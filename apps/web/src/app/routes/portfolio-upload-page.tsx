import { useState } from "react";
import { useNavigate } from "react-router-dom";
import type { PortfolioPreview } from "@plumeline/contracts";
import { paths } from "@/config/paths";
import { Button, ButtonLink } from "@/components/ui/button";
import { Card, CardBody, CardHeader } from "@/components/ui/card";
import { Field, Input, Textarea } from "@/components/ui/field";
import { PageHeader } from "@/components/ui/page-header";
import { usePreviewPortfolioUpload, useUploadPortfolio } from "@/features/peril/api/upload-portfolio";
import { PortfolioRowsTable } from "@/features/peril/components/portfolio-rows-table";
import { UploadErrors } from "@/features/peril/components/upload-errors";

/**
 * Upload a portfolio baseline (CSV or XLSX): check it first — the server reads every row and
 * names each problem by row and column — then save. Nothing is saved from a file with a problem.
 */
export default function PortfolioUploadPage() {
  const navigate = useNavigate();
  const [file, setFile] = useState<File | null>(null);
  const [name, setName] = useState("");
  const [description, setDescription] = useState("");
  const [preview, setPreview] = useState<PortfolioPreview | null>(null);
  const check = usePreviewPortfolioUpload();
  const upload = useUploadPortfolio();
  const error = upload.error ?? check.error;

  async function runCheck() {
    if (!file) return;
    upload.reset();
    setPreview(await check.mutateAsync({ file, name, description }).catch(() => null));
  }
  async function save() {
    if (!file) return;
    const saved = await upload.mutateAsync({ file, name, description });
    navigate(paths.portfolio.build(saved.id));
  }

  return (
    <>
      <PageHeader
        kicker="Peril lens · portfolio"
        title="Upload a portfolio baseline"
        description="One row per region and peril: region, peril, currency (ISO 4217), aal, loss100, loss200 — the firm's own figures, in the row's currency."
        actions={
          <ButtonLink to={paths.perils.build()} variant="secondary">
            Back to the peril lens
          </ButtonLink>
        }
      />
      <div className="flex flex-col gap-6">
        <Card>
          <CardBody className="grid gap-4 sm:grid-cols-2">
            <Field label="File (.csv or .xlsx)" hint="Header row: region, peril, currency, aal, loss100, loss200 (any order). At most 1 MB.">
              {(a) => (
                <Input
                  {...a}
                  type="file"
                  accept=".csv,.xlsx"
                  onChange={(e) => {
                    setFile(e.target.files?.[0] ?? null);
                    setPreview(null);
                    check.reset();
                    upload.reset();
                  }}
                />
              )}
            </Field>
            <Field label="Name" error={upload.error && !name.trim() ? "must not be empty" : undefined}>
              {(a) => <Input {...a} value={name} onChange={(e) => setName(e.target.value)} />}
            </Field>
            <Field label="Description" className="sm:col-span-2">
              {(a) => <Textarea {...a} value={description} onChange={(e) => setDescription(e.target.value)} />}
            </Field>
            <div className="flex gap-3 sm:col-span-2">
              <Button variant="secondary" onClick={runCheck} disabled={!file || check.isPending}>
                {check.isPending ? "Reading file…" : "Check file (nothing is saved)"}
              </Button>
              <Button onClick={save} disabled={!file || !preview || !name.trim() || upload.isPending}>
                {upload.isPending ? "Saving…" : "Save portfolio"}
              </Button>
              {!preview && file && !check.isPending && !error && <p className="self-center text-xs text-muted">Check the file before saving it.</p>}
            </div>
          </CardBody>
        </Card>
        <UploadErrors error={error} />
        {preview && (
          <Card>
            <CardHeader
              title={`${preview.rowCount} row${preview.rowCount === 1 ? "" : "s"} read`}
              subtitle={
                <>
                  Currencies {preview.currencies.join(", ")} · checksum <span className="font-mono text-xs">{preview.checksum.slice(0, 16)}…</span>
                </>
              }
            />
            <PortfolioRowsTable rows={preview.rows} caption="Rows read from the file" />
          </Card>
        )}
      </div>
    </>
  );
}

########

Work instructions: Gather, from the listing above, every line carrying the word "react".

Solved problem:
import { useState } from "react";
import { useNavigate } from "react-router-dom";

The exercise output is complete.